A strong direct association is plausible between SUA and both structural and functional changes of arteries according to several studies. There is evidence that uric acid may play a causal role in the development of endothelial dysfunction and atherosclerosis [31]. It seems that uric acid has direct effects on impaired nitrogen oxide (NO) production and stimulating vascular smooth muscle cell (VSMC) proliferation causing endothelial dysfunction. Endothelial xanthine-oxidase (XO) contributes to vascular damage via reactive oxygen species (ROS) production (during the conversion of hypoxanthine into xanthine and then uric acid), and XO in macrophages upregulates foam cell formation by increasing the uptake of modified low-density lipoprotein (LDL) or very low-density lipoprotein (VLDL). Moreover, uric acid may cause endothelial dysfunction directly by impaired nitrogen oxide production and stimulation of VSMC proliferation [32]. Indirectly, uric acid may cause metabolism-induced inflammation through inflammasome activation by crystallized uric acid particles or superoxide free radicals generated by xanthine-oxidase (XO) [33].

These alterations could somehow represent the pathophysiological bridge between SUA and atherosclerosis in the coronary arteries. For developing a sufficient prevention strategy, it is substantial to hold thorough knowledge of the prevalence, extent, and variability of different risk factors. Accordingly, the impact of urate lowering treatments on preventing coronary calcification should be further investigated. And also, we must take into consideration the specific attributes, needs, and inclinations of the target population.

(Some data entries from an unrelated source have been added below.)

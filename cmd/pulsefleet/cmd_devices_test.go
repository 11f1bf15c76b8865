package main

import (
	"bytes"
	"strings"
	"testing"
	"time"

	pb "github.com/pulsefleet/pulsefleet/proto/pulsefleet/v1"
)

func f64(v float64) *float64 { return &v }

// The default order puts what needs attention first (issue 15): alarms by
// priority, high to low, the longest announced first within a priority;
// then technical problems (offline, stale values); then the rest by id.
func TestDevicesOrderByAttention(t *testing.T) {
	now := time.UnixMilli(1_800_000_000_000)
	fresh := &pb.TrendPoint{TimeUnixMs: now.UnixMilli() - 1000, Spo2Pct: f64(97)}
	old := &pb.TrendPoint{TimeUnixMs: now.UnixMilli() - 60_000, Spo2Pct: f64(98)}
	dev := func(id string, pr pb.Priority, conn bool, l *pb.TrendPoint, conds ...string) *pb.Device {
		return &pb.Device{DeviceId: id, AlarmPriority: pr, Connected: conn, Latest: l, ActiveConditions: conds}
	}
	devs := []*pb.Device{
		dev("a-fine", 0, true, fresh),
		dev("b-offline", 0, false, old),
		dev("c-low", pb.Priority_PRIORITY_LOW, true, fresh, "pulse_high"),
		dev("d-high-new", pb.Priority_PRIORITY_HIGH, true, fresh, "spo2_low"),
		dev("e-medium", pb.Priority_PRIORITY_MEDIUM, true, fresh, "signal_lost"),
		dev("f-high-old", pb.Priority_PRIORITY_HIGH, true, fresh, "spo2_low"),
		dev("g-stale", 0, true, old),
		dev("h-fine", 0, true, fresh),
	}
	announced := map[string]int64{"d-high-new": now.UnixMilli() - 5_000, "f-high-old": now.UnixMilli() - 90_000,
		"c-low": now.UnixMilli() - 1_000, "e-medium": now.UnixMilli() - 2_000}
	orderByAttention(devs, announced, now, 10*time.Second)
	var got []string
	for _, d := range devs {
		got = append(got, d.GetDeviceId())
	}
	want := "f-high-old d-high-new e-medium c-low b-offline g-stale a-fine h-fine"
	if strings.Join(got, " ") != want {
		t.Errorf("order %v, want %s", got, want)
	}
}

// A value older than --stale is never printed as current: "-" and its age;
// conditions are shown by their readable labels.
func TestDevicesTableStaleAndLabels(t *testing.T) {
	now := time.UnixMilli(1_800_000_000_000)
	devs := []*pb.Device{
		{DeviceId: "old-1", Connected: true, Latest: &pb.TrendPoint{TimeUnixMs: now.UnixMilli() - 14_000, Spo2Pct: f64(98.2)}, LastSeenUnixMs: now.UnixMilli() - 14_000},
		{DeviceId: "new-1", Connected: true, Latest: &pb.TrendPoint{TimeUnixMs: now.UnixMilli() - 2_000, Spo2Pct: f64(87.4)},
			AlarmPriority: pb.Priority_PRIORITY_HIGH, ActiveConditions: []string{"spo2_low", "device_clock_fault", "my_rule"}},
	}
	var b bytes.Buffer
	if err := writeDevicesTable(&b, devs, map[string]string{"new-1": "P-0042"}, now, 10*time.Second); err != nil {
		t.Fatal(err)
	}
	out := b.String()
	if strings.Contains(out, "98.2") || !strings.Contains(out, "stale, 14s old") {
		t.Errorf("stale value shown as current or without its age:\n%s", out)
	}
	if !strings.Contains(out, "new-1   P-0042  ") || !strings.Contains(out, "old-1   -  ") {
		t.Errorf("participant column:\n%s", out)
	}
	if !strings.Contains(out, "87.4") || !strings.Contains(out, "SpO2 low, device clock fault, my_rule") {
		t.Errorf("fresh value or readable labels missing:\n%s", out)
	}
	// A longer --stale shows the same value as current.
	b.Reset()
	if err := writeDevicesTable(&b, devs[:1], nil, now, time.Minute); err != nil {
		t.Fatal(err)
	}
	if !strings.Contains(b.String(), "98.2") {
		t.Errorf("--stale 1m: value hidden:\n%s", b.String())
	}
	// An offline device's value is never current, however young
	// (attention.Stale, the web page's rule too).
	b.Reset()
	off := []*pb.Device{{DeviceId: "gone-1", Latest: &pb.TrendPoint{TimeUnixMs: now.UnixMilli() - 2_000, Spo2Pct: f64(96.1)}}}
	if err := writeDevicesTable(&b, off, nil, now, time.Minute); err != nil {
		t.Fatal(err)
	}
	if strings.Contains(b.String(), "96.1") || !strings.Contains(b.String(), "stale, 2s old") {
		t.Errorf("offline device's value shown as current:\n%s", b.String())
	}
}

// Against a real gateway: the command asks for open episodes and lists the
// devices; their summaries are a minute old (startQualityGateway), so no
// value is printed as current.
func TestDevicesCommandRealGateway(t *testing.T) {
	addr := startQualityGateway(t, []string{"ward-2", "ward-1"}, 3, nil)
	code, out, stderr := runCmd("devices", "--gateway", addr)
	if code != 0 || !strings.Contains(out, "ward-1") || !strings.Contains(out, "ward-2") {
		t.Fatalf("exit %d, stderr %q, out:\n%s", code, stderr, out)
	}
	if strings.Contains(out, "96.0") || !strings.Contains(out, "stale, ") {
		t.Errorf("a minute-old value shown as current:\n%s", out)
	}
	if code, _, stderr := runCmd("devices", "--gateway", addr, "--order", "size"); code != 2 || !strings.Contains(stderr, "want attention or id") {
		t.Errorf("--order size: exit %d, %q", code, stderr)
	}
}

Our study has some limitations. As the participation to the study is on voluntary basis, there is the possibility that subjects with known hypertension or other factors associated with coronary calcification had a greater propensity to participate. Secondly, a relatively low number of asymptomatic patients are included in our study, as we indicated low-dose CT only for men above 35 and women above 40; therefore, patients with lowest cardiovascular risk are excluded from our study.

In conclusion, in an asymptomatic population, SUA levels were associated with calcium scores and the third SUA tercile was an independent predictor for the presence of high-risk coronary calcification. Moreover, gender, age, smoking, and history of hypertension were independently associated with severe coronary calcification.